1.  › 
  2.  › 

Charles Vermot

Charles Vermot

Au début des années 1970, l’horlogerie suisse, concurrencée par le quartz, traverse une crise sans précédent.
En 1975, la Zenith Radio Corporation, compagnie américaine propriétaire de la marque à l’étoile entre 1971 et 1978, décide de restreindre sa production aux seules montres à quartz.
La décision est irrévocable : le métal des étampes et de l’outillage – et avec lui un siècle de tradition – sera vendu à la tonne, au plus offrant.

Charles Vermot décide de mettre
à l’abri les éléments essentiels à
la production du calibre El Primero

Dans l’atelier 4 de la Manufacture, c’est la consternation. Son responsable, Charles Vermot, est spécialiste de la construction de mouvements à chronographe. Il a suivi le développement d’El Primero dès les premières esquisses, et fait toute sa carrière au sein de la Manufacture.


Convaincu qu’un jour, le génie mécanique prendra sa revanche sur la pile électrique, il tente de convaincre sa direction de conserver l’outil de production. En vain. Seul, il décide alors de mettre à l’abri les éléments essentiels.


Le soir, il déménage en cachette les étampes (150 pièces, soit plus d’une tonne), les plans techniques, les cames, les outils de coupe.

Réalisation d’étampe

Réalisation d’étampe


Plans techniques historiques, Calibre El Primero

Plans techniques historiques, Calibre El Primero


Chaque pièce, chaque outil est soigneusement étiqueté et répertorié. Le processus de fabrication est consigné avec soin dans un classeur, qu’il conserve dans un grenier oublié de la manufacture.

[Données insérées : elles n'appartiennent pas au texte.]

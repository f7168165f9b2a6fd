"""Bankfull stage picked from one cross-section, how sure the pick is, and the
baseflow correction for the channel that lidar cannot see.

A DEM section has no surveyor to point at the banks, so every automatic method reads
the section's shape from its geometry at one array of trial stages (thalweg up to
the lower end of the profile, plus a little beyond), all evaluated in one vectorised
call of :meth:`CrossSection.geometry`:

``bank-top``
    The lower of the two bank tops. Walking out from the thalweg, a bank top is the
    break of slope where the ground stops rising steeply and flattens into a
    floodplain: the stage at which the water's edges, within a small rise of stage,
    suddenly run out across ground wider than half the channel (the edges are the
    running maxima of the ground outward from the thalweg, so they run far only where
    a bank has flattened). The first such stage, on either bank, is the lower bank
    top: the stage at which the section first spills onto a floodplain. Bankfull as
    the stage of the active floodplain is common practice; the review of field and
    section criteria is Williams, G. P., 1978, "Bank-full discharge of rivers", Water
    Resources Research 14(6) [memory]. The rule itself is ours, chosen by
    benchmarks/bankfull_methods.py.
``min-width-depth``
    The stage of the first marked minimum of the width-to-depth ratio W/D, W the top
    width and D the mean depth A/W (Wolman, M. G., 1955, "The natural channel of
    Brandywine Creek, Pennsylvania", USGS Professional Paper 271 [memory]).
``bench``
    The first marked peak of the bench index, the rate of top-width increase with
    stage, dW/dh over a fixed stage step (Riley, S. J., 1972, "A comparison of
    morphometric measures of bankfull", Journal of Hydrology 17 [memory]).
``max-hydraulic-depth``
    The stage of the first marked maximum of hydraulic depth A/W against stage
    (Garber et al., 2024–25, "Artificial intelligence and objective-function methods
    can identify bankfull river channel extents", AGU journal; local maxima of
    hydraulic depth against flow height: De Rosa, P., Fredduzzi, A. & Cencetti, C.,
    2019, ISPRS International Journal of Geo-Information 8:480).
``fixed-depth``
    A depth above the thalweg given by the user.
``regional``
    A depth from a regional power-law curve of drainage area, depth = a·DA^b, with
    the user's coefficients (e.g. Bieger, K. et al., 2015, JAWRA; Bent, G. C. &
    Waite, A. M., 2013, USGS SIR 2013-5155).

All lengths are metres, elevations metres, areas m² (drainage areas km²).
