# Chow (1959), Table 5-6; our short keys, Chow's wording in ``text``.
# (key, text, (min, normal, max))
CHOW_NATURAL: tuple[tuple[str, str, tuple[float, float, float]], ...] = (
    ("clean-straight", "minor stream, clean, straight, full stage, no rifts or deep pools",
     (0.025, 0.030, 0.033)),
    ("clean-straight-stony", "as above, more stones and weeds", (0.030, 0.035, 0.040)),
    ("clean-winding", "clean, winding, some pools and shoals", (0.033, 0.040, 0.045)),
    ("winding-weeds", "clean, winding, some weeds and stones", (0.035, 0.045, 0.050)),
    ("winding-low-stage", "as above, lower stages, less effective slopes and sections",
     (0.040, 0.048, 0.055)),
    ("winding-stony", "clean, winding, more weeds and stones", (0.045, 0.050, 0.060)),
    ("sluggish-weedy", "sluggish reaches, weedy, deep pools", (0.050, 0.070, 0.080)),
    ("very-weedy", "very weedy reaches, deep pools, or floodways with heavy stand of timber "
     "and underbrush", (0.075, 0.100, 0.150)),
    ("mountain-gravel", "mountain stream, gravel, cobbles and few boulders on bottom",
     (0.030, 0.040, 0.050)),
    ("mountain-boulders", "mountain stream, cobbles with large boulders on bottom",
     (0.040, 0.050, 0.070)),
    ("major-irregular", "major stream, irregular and rough section", (0.035, 0.070, 0.100)),
    ("plain-short-grass", "flood plain, pasture, no brush, short grass", (0.025, 0.030, 0.035)),
    ("plain-high-grass", "flood plain, pasture, no brush, high grass", (0.030, 0.035, 0.050)),
    ("plain-no-crop", "flood plain, cultivated, no crop", (0.020, 0.030, 0.040)),
    ("plain-row-crops", "flood plain, cultivated, mature row crops", (0.025, 0.035, 0.045)),
    ("plain-field-crops", "flood plain, cultivated, mature field crops", (0.030, 0.040, 0.050)),
    ("plain-scattered-brush", "flood plain, scattered brush, heavy weeds", (0.035, 0.050, 0.070)),
    ("plain-light-brush-winter", "flood plain, light brush and trees, in winter",
     (0.035, 0.050, 0.060)),
    ("plain-light-brush-summer", "flood plain, light brush and trees, in summer",
     (0.040, 0.060, 0.080)),
    ("plain-dense-brush-winter", "flood plain, medium to dense brush, in winter",
     (0.045, 0.070, 0.110)),
    ("plain-dense-brush-summer", "flood plain, medium to dense brush, in summer",
     (0.070, 0.100, 0.160)),
    ("plain-willows", "flood plain, dense willows, summer, straight", (0.110, 0.150, 0.200)),
    ("plain-stumps", "flood plain, cleared land with tree stumps, no sprouts",
     (0.030, 0.040, 0.050)),
    ("plain-stumps-sprouts", "flood plain, cleared land with stumps, heavy growth of sprouts",
     (0.050, 0.060, 0.080)),
    ("plain-timber-low", "flood plain, heavy stand of timber, flood stage below branches",
     (0.080, 0.100, 0.120)),
    ("plain-timber-high", "flood plain, heavy stand of timber, flood stage reaching branches",
     (0.100, 0.120, 0.160)),
)

TABLE_RANGE = (min(r[2][0] for r in CHOW_NATURAL), max(r[2][2] for r in CHOW_NATURAL))
HARD_RANGE = (0.010, 0.250)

En 1978, Zenith change de mains. Les nouveaux propriétaires croient à la renaissance de l’horlogerie mécanique, à l’instar d’autres maisons horlogères qui se tournent vers la Manufacture, seule capable de produire un chronographe aussi précis et fiable qu’El Primero.

Ce héros ordinaire permet à Zenith de relancer la production de son mythique chronographe en 1984

Mais comment faire sans les matrices, les dessins techniques, les plans, les outils ?
Et sans les horlogers, retraités ou licenciés ?
Charles Vermot montre alors à la nouvelle direction les grosses caisses en bois qui ont protégé, neuf ans durant, les preuves de son insubordination. Sans triomphalisme, avec la simple satisfaction du devoir accompli, ce héros ordinaire permet à Zenith de relancer la production de son mythique chronographe en 1984.